◆ **GOAL OF THE EXERCISE**: Would you restate all the entries exactly, leaving nothing out?

◆ **INFORMATION PROVIDED**:
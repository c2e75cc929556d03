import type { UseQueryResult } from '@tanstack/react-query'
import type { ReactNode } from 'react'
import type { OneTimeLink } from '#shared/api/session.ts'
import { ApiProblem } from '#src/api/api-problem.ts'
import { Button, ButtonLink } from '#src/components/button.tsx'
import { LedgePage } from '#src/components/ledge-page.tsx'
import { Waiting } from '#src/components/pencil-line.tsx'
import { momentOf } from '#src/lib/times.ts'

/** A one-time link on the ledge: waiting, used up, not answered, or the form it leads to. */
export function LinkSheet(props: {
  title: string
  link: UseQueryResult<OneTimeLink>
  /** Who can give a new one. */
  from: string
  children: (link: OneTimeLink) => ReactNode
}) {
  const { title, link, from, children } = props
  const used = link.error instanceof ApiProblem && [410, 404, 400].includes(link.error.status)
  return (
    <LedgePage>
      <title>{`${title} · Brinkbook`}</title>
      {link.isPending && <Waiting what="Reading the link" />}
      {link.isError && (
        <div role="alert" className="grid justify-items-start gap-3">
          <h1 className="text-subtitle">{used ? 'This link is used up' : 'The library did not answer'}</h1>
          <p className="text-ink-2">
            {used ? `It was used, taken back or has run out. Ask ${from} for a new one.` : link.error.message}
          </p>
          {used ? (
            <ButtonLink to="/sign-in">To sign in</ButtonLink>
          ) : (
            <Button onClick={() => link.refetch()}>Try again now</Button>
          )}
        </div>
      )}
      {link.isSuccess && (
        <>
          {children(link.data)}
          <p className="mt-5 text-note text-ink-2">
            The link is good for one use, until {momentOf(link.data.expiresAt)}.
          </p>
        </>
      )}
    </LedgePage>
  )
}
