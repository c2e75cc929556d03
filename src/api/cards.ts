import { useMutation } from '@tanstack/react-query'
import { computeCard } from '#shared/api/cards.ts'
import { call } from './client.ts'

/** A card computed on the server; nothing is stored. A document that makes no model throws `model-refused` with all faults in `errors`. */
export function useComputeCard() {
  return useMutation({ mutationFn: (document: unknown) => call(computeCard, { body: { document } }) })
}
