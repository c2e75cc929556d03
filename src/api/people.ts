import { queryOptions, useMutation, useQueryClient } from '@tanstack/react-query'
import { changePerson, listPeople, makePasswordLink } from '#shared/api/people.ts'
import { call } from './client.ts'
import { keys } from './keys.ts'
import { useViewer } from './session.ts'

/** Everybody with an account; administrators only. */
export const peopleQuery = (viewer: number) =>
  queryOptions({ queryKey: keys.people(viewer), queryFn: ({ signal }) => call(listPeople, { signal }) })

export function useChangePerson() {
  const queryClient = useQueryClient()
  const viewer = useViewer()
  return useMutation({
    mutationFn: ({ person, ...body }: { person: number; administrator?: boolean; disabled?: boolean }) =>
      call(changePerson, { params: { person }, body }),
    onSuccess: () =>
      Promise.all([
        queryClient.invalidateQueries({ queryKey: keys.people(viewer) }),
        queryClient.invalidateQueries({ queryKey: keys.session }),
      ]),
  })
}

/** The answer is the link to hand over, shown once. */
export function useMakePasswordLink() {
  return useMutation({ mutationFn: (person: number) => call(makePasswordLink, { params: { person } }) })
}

◆ **ANSWER SECTION**:
repository c2e75cc929556d03
import type { UseQueryResult } from '@tanstack/react-query'
import type { ReactNode } from 'react'
import type { OneTimeLink } from '#shared/api/session.ts'
import { ApiProblem } from '#src/api/api-problem.ts'
import { Button, ButtonLink } from '#src/components/button.tsx'
import { LedgePage } from '#src/components/ledge-page.tsx'
import { Waiting } from '#src/components/pencil-line.tsx'
import { momentOf } from '#src/lib/times.ts'

/** A one-time link on the ledge: waiting, used up, not answered, or the form it leads to. */
export function LinkSheet(props: {
  title: string
  link: UseQueryResult<OneTimeLink>
  /** Who can give a new one. */
  from: string
  children: (link: OneTimeLink) => ReactNode
}) {
  const { title, link, from, children } = props
  const used = link.error instanceof ApiProblem && [410, 404, 400].includes(link.error.status)
  return (
    <LedgePage>
      <title>{`${title} · Brinkbook`}</title>
      {link.isPending && <Waiting what="Reading the link" />}
      {link.isError && (
        <div role="alert" className="grid justify-items-start gap-3">
          <h1 className="text-subtitle">{used ? 'This link is used up' : 'The library did not answer'}</h1>
          <p className="text-ink-2">
            {used ? `It was used, taken back or has run out. Ask ${from} for a new one.` : link.error.message}
          </p>
          {used ? (
            <ButtonLink to="/sign-in">To sign in</ButtonLink>
          ) : (
            <Button onClick={() => link.refetch()}>Try again now</Button>
          )}
        </div>
      )}
      {link.isSuccess && (
        <>
          {children(link.data)}
          <p className="mt-5 text-note text-ink-2">
            The link is good for one use, until {momentOf(link.data.expiresAt)}.
          </p>
        </>
      )}
    </LedgePage>
  )
}
repository c2e75cc929556d03
filename src/api/cards.ts
import { useMutation } from '@tanstack/react-query'
import { computeCard } from '#shared/api/cards.ts'
import { call } from './client.ts'

/** A card computed on the server; nothing is stored. A document that makes no model throws `model-refused` with all faults in `errors`. */
export function useComputeCard() {
  return useMutation({ mutationFn: (document: unknown) => call(computeCard, { body: { document } }) })
}
repository c2e75cc929556d03
filename src/api/people.ts
import { queryOptions, useMutation, useQueryClient } from '@tanstack/react-query'
import { changePerson, listPeople, makePasswordLink } from '#shared/api/people.ts'
import { call } from './client.ts'
import { keys } from './keys.ts'
import { useViewer } from './session.ts'

/** Everybody with an account; administrators only. */
export const peopleQuery = (viewer: number) =>
  queryOptions({ queryKey: keys.people(viewer), queryFn: ({ signal }) => call(listPeople, { signal }) })

export function useChangePerson() {
  const queryClient = useQueryClient()
  const viewer = useViewer()
  return useMutation({
    mutationFn: ({ person, ...body }: { person: number; administrator?: boolean; disabled?: boolean }) =>
      call(changePerson, { params: { person }, body }),
    onSuccess: () =>
      Promise.all([
        queryClient.invalidateQueries({ queryKey: keys.people(viewer) }),
        queryClient.invalidateQueries({ queryKey: keys.session }),
      ]),
  })
}

/** The answer is the link to hand over, shown once. */
export function useMakePasswordLink() {
  return useMutation({ mutationFn: (person: number) => call(makePasswordLink, { params: { person } }) })
}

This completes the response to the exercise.